#### [Activity]
Go line by line through the data and copy those with the word "shared".

Given entries START

/**
 * Files the client writes: downloads of text. The station table (`stationCsv`)
 * and file names (`fileName`) are the presentation module's, shared with the
 * command line, and re-exported here.
 */
export { fileName, stationCsv } from '../../shared-types/present.js';

/** Offers text as a file download. */
export function download(text: string, name: string, type: string): void {
  const url = URL.createObjectURL(new Blob([text], { type }));
  const a = document.createElement('a');
  a.href = url;
  a.download = name;
  document.body.append(a);
  a.click();
  a.remove();
  setTimeout(() => URL.revokeObjectURL(url), 1000);
}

Given entries END

#### [Result]
 * and file names (`fileName`) are the presentation module's, shared with the
export { fileName, stationCsv } from '../../shared-types/present.js';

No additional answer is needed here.